→ REQUIREMENT:
Scan the entries that follow and work out how many lines contain "PageHeading". Give the number and nothing else.

[Stored data]
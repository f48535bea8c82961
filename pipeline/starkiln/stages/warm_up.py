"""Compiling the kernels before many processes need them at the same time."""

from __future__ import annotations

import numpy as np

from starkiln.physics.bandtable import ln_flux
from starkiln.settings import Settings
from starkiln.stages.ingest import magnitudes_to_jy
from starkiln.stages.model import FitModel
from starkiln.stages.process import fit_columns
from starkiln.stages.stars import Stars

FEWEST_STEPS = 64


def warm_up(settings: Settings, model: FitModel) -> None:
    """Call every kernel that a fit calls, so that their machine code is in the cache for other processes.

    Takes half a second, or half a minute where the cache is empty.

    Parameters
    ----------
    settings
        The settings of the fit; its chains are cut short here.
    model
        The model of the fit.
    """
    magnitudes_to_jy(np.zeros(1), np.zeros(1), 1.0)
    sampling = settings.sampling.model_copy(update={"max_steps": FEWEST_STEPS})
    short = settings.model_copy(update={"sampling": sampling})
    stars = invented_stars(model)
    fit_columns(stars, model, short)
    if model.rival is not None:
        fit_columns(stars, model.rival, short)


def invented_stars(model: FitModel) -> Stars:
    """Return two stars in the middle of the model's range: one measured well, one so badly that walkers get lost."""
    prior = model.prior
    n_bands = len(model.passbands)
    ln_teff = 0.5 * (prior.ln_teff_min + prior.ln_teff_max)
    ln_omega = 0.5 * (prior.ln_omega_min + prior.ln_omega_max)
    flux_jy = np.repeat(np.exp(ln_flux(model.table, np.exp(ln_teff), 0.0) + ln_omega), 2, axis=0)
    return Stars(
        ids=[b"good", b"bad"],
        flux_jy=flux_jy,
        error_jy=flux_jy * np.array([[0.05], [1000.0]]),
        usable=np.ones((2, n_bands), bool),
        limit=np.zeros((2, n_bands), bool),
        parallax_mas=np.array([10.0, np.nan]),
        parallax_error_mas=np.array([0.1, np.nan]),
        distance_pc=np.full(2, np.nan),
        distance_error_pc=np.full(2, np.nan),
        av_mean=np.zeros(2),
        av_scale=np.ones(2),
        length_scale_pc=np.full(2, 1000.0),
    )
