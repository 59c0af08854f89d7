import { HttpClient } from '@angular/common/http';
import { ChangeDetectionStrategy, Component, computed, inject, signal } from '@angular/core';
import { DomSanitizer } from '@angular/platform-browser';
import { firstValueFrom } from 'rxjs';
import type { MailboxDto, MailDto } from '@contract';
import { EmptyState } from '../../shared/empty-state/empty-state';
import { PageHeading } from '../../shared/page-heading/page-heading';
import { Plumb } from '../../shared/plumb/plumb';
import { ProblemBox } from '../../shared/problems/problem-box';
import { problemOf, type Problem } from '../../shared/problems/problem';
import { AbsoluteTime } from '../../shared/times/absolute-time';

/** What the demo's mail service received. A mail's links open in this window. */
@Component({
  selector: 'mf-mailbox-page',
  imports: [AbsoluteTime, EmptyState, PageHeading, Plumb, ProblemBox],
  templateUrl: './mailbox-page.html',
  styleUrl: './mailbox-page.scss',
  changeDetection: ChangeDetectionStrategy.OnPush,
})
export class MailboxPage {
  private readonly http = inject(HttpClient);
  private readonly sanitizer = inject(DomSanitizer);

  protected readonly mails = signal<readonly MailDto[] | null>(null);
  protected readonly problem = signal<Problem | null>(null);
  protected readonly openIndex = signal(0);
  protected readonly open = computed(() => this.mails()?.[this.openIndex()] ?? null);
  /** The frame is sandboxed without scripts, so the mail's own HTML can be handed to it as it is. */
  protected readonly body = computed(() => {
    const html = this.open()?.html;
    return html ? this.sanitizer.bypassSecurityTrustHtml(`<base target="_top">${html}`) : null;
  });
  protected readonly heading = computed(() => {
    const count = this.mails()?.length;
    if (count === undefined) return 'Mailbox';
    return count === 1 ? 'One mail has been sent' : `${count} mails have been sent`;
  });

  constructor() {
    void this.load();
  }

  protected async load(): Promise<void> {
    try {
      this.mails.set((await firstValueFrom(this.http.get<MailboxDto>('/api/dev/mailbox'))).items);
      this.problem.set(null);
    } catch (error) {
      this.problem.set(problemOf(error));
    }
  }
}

--

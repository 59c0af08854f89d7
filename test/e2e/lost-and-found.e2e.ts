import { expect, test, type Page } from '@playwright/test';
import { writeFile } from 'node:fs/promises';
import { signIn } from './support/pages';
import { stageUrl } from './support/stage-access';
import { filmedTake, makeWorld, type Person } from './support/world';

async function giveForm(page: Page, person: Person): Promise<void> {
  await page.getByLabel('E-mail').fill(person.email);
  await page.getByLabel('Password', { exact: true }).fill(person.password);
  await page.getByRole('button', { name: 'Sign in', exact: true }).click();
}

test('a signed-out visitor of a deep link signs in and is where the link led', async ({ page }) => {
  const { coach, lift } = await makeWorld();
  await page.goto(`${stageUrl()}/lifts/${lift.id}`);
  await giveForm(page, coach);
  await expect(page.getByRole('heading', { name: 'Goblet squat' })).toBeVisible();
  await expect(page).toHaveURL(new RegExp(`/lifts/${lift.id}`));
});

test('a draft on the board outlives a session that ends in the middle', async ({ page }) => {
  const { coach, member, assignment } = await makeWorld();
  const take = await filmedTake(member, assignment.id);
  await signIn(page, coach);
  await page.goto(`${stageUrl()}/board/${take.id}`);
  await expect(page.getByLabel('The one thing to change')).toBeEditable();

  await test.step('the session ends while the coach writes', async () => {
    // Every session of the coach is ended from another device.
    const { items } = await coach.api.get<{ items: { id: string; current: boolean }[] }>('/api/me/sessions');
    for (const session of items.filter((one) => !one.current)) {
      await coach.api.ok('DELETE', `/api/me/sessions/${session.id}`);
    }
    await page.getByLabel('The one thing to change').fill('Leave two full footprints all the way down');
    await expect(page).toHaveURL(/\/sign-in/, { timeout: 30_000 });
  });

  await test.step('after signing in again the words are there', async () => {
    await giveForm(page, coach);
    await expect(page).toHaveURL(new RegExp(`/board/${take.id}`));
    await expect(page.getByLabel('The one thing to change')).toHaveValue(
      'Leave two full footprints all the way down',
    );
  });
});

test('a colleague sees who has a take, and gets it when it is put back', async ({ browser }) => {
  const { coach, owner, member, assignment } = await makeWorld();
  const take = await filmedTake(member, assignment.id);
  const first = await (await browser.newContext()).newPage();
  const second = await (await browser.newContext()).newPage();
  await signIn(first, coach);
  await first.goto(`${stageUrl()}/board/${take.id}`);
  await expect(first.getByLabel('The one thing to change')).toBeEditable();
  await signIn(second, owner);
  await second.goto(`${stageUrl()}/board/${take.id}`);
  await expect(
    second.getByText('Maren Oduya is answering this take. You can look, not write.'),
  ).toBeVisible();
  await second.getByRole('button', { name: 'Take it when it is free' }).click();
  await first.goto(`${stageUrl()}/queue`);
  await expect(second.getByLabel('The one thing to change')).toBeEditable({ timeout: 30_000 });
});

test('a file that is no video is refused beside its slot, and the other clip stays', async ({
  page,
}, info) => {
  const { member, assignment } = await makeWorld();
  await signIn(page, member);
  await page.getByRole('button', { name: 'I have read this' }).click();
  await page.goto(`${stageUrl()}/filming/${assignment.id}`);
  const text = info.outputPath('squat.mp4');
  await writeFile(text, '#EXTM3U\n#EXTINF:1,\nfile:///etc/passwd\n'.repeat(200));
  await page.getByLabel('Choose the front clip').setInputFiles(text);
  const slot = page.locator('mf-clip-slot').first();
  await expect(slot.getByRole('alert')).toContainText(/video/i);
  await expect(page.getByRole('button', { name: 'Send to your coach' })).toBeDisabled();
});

==

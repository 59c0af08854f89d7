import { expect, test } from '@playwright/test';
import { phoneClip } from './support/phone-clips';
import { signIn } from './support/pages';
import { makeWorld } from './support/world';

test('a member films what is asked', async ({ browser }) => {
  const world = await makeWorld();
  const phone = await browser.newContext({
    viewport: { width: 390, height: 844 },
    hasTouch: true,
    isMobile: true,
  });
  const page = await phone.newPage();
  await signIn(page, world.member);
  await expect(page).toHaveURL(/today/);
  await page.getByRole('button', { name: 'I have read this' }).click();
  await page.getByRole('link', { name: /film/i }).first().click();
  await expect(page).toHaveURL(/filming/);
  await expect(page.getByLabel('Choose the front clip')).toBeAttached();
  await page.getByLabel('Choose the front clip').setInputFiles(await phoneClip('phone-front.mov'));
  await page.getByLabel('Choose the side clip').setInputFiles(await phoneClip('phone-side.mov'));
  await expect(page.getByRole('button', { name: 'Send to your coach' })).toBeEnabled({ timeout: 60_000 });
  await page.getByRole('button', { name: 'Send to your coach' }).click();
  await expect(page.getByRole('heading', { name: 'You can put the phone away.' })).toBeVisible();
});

→ RESPONSE TO THIS EXERCISE:
2